*EXERCISE REQUIREMENTS*
From the entries below, copy out every line with "baseRevision" in it.

*Dataset records*
━━━
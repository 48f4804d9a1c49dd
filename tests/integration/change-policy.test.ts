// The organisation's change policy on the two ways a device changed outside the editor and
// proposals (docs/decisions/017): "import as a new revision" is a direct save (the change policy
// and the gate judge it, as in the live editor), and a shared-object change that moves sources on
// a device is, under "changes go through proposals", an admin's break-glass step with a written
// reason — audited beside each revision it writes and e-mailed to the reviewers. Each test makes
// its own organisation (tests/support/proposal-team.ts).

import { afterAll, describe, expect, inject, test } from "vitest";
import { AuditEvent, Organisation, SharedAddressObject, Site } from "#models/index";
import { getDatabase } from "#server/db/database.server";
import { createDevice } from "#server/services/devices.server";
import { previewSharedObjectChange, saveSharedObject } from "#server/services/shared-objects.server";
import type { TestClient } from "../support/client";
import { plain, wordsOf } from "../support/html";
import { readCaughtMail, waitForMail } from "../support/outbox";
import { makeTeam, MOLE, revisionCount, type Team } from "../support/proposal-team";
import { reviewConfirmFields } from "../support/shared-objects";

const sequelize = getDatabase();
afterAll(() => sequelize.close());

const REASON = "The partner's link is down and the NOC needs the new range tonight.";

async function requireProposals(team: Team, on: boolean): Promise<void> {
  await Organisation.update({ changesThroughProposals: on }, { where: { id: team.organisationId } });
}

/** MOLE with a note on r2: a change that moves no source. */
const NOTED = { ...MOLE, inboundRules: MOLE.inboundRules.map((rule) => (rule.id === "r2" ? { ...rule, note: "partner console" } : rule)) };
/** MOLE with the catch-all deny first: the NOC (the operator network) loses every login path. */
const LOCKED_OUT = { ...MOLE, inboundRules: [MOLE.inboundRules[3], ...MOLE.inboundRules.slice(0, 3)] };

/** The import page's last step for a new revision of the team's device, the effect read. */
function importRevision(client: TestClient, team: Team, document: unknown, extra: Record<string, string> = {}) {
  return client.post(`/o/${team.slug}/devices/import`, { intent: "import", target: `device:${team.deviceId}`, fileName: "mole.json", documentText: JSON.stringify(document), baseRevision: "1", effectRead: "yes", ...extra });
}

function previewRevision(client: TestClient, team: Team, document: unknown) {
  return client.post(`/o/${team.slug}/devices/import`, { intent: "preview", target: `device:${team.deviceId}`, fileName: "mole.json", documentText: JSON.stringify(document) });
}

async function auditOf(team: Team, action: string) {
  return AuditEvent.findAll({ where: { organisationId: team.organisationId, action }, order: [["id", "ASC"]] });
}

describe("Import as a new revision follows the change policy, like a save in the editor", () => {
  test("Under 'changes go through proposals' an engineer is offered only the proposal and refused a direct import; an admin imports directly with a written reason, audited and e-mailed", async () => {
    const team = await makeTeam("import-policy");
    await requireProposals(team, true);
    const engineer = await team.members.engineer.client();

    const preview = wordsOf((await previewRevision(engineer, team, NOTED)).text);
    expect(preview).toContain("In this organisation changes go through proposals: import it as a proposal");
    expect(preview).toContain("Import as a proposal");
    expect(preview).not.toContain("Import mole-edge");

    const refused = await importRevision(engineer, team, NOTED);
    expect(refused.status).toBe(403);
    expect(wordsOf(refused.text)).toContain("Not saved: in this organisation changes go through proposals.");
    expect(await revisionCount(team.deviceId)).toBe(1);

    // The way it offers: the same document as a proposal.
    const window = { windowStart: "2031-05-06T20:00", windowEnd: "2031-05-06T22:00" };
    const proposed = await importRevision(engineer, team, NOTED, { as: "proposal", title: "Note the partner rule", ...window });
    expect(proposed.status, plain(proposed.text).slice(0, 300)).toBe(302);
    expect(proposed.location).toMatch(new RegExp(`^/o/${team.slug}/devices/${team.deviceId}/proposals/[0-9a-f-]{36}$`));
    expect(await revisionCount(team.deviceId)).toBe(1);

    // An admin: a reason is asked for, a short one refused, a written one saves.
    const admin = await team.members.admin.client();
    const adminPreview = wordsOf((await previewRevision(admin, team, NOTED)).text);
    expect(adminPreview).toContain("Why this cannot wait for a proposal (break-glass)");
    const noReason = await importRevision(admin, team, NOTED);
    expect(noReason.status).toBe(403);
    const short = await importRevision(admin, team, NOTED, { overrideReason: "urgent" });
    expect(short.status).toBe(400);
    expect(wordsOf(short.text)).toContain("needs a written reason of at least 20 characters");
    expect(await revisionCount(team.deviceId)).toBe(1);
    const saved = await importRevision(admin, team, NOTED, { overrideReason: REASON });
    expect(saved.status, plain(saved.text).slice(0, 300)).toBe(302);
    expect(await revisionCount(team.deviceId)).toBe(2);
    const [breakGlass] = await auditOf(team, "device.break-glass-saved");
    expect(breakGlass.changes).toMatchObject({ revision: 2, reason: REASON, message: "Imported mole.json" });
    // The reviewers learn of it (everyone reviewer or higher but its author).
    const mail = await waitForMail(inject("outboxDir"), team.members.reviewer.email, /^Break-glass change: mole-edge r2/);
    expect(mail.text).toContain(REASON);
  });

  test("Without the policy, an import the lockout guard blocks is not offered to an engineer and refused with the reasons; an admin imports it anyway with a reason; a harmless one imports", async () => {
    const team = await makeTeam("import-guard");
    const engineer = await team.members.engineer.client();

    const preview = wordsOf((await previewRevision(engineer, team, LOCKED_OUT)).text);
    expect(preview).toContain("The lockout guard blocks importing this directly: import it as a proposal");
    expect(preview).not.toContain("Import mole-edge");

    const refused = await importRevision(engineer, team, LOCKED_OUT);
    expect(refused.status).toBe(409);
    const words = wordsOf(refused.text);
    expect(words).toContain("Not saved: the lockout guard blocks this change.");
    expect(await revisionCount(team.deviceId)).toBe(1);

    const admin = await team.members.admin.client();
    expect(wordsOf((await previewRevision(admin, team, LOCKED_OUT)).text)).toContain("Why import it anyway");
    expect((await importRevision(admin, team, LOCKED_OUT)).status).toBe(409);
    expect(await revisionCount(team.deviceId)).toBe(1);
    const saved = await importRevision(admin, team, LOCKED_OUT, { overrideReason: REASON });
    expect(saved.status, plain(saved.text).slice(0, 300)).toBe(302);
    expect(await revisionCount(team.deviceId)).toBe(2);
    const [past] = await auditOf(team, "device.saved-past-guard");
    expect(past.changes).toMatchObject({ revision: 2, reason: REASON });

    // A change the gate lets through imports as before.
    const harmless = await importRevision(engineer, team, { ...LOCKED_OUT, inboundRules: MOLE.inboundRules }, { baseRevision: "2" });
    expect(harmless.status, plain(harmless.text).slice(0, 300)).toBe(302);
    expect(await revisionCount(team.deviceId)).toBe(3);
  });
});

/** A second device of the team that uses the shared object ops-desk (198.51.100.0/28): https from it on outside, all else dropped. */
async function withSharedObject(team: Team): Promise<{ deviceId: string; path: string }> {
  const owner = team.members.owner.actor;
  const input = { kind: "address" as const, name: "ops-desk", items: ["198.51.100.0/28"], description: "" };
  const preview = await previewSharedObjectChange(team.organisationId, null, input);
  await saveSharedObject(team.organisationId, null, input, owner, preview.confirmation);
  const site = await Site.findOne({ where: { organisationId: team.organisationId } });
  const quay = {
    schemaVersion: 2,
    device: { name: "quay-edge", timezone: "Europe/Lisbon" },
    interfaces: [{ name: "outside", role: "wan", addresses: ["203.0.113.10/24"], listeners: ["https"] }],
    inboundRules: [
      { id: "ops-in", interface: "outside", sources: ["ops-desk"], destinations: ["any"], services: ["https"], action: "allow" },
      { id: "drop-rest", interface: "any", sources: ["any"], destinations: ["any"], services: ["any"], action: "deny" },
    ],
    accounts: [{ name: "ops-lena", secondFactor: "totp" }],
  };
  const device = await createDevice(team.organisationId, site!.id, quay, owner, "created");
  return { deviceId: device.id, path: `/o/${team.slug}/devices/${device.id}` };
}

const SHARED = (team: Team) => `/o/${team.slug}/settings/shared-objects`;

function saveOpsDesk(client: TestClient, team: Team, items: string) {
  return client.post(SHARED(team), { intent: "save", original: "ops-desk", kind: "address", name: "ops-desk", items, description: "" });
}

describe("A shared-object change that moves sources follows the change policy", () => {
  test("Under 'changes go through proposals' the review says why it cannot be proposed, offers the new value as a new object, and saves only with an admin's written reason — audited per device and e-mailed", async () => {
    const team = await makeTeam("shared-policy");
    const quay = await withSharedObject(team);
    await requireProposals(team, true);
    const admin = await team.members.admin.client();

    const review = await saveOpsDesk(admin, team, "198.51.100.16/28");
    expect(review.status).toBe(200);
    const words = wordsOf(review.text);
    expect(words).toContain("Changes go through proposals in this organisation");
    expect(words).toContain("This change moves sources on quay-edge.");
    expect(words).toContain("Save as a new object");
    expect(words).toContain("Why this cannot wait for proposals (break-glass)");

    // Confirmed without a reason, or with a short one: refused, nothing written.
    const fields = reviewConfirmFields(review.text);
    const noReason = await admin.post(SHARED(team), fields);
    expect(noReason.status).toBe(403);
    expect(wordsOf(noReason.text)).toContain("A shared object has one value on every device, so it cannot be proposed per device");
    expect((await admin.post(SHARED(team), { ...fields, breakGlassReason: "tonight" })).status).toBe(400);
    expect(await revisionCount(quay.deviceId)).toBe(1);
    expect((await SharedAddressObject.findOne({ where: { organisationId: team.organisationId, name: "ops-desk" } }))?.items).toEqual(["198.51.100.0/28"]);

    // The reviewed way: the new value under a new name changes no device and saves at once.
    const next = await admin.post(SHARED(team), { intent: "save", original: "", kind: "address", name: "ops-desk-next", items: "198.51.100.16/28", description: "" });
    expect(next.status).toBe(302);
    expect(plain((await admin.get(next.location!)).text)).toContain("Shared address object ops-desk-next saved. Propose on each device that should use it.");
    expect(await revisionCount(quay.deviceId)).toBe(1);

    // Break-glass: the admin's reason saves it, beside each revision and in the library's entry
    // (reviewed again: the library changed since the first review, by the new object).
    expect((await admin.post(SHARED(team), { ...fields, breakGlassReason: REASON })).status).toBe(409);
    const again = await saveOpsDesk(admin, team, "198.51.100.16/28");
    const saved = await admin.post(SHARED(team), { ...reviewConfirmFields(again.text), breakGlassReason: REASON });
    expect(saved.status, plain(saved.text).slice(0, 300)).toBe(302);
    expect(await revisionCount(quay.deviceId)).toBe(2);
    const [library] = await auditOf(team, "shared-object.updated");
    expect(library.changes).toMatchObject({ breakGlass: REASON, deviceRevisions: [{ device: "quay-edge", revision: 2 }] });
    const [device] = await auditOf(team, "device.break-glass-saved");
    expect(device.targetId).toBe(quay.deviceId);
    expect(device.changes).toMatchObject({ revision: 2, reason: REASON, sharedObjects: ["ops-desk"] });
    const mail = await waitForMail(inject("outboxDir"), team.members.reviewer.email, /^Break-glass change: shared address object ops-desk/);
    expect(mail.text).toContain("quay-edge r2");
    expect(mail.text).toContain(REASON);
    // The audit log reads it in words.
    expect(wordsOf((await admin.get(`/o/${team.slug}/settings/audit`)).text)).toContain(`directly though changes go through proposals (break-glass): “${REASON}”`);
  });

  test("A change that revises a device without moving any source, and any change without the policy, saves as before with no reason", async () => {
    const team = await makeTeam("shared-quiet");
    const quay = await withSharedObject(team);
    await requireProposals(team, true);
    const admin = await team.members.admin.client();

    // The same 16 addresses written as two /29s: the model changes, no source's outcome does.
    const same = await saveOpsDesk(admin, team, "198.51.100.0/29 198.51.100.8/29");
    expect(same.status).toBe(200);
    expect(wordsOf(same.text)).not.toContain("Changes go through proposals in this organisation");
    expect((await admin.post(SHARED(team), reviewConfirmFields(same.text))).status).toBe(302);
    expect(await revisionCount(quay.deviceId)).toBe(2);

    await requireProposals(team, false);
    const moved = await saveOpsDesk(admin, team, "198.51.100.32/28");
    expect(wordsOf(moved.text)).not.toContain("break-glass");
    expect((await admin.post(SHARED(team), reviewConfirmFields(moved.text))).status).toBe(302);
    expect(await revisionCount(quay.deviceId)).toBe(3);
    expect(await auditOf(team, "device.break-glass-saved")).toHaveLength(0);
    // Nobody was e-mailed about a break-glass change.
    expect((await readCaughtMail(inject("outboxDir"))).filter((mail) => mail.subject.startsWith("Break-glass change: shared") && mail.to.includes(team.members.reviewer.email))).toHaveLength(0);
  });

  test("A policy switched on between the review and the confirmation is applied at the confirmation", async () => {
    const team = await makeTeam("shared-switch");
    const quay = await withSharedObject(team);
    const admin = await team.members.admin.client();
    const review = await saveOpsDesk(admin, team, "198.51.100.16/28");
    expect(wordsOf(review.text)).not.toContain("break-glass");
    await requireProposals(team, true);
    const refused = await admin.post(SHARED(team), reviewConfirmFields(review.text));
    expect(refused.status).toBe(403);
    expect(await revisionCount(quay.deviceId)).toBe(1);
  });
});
━━━
*TASK RESPONSE*
  return client.post(`/o/${team.slug}/devices/import`, { intent: "import", target: `device:${team.deviceId}`, fileName: "mole.json", documentText: JSON.stringify(document), baseRevision: "1", effectRead: "yes", ...extra });
    const harmless = await importRevision(engineer, team, { ...LOCKED_OUT, inboundRules: MOLE.inboundRules }, { baseRevision: "2" });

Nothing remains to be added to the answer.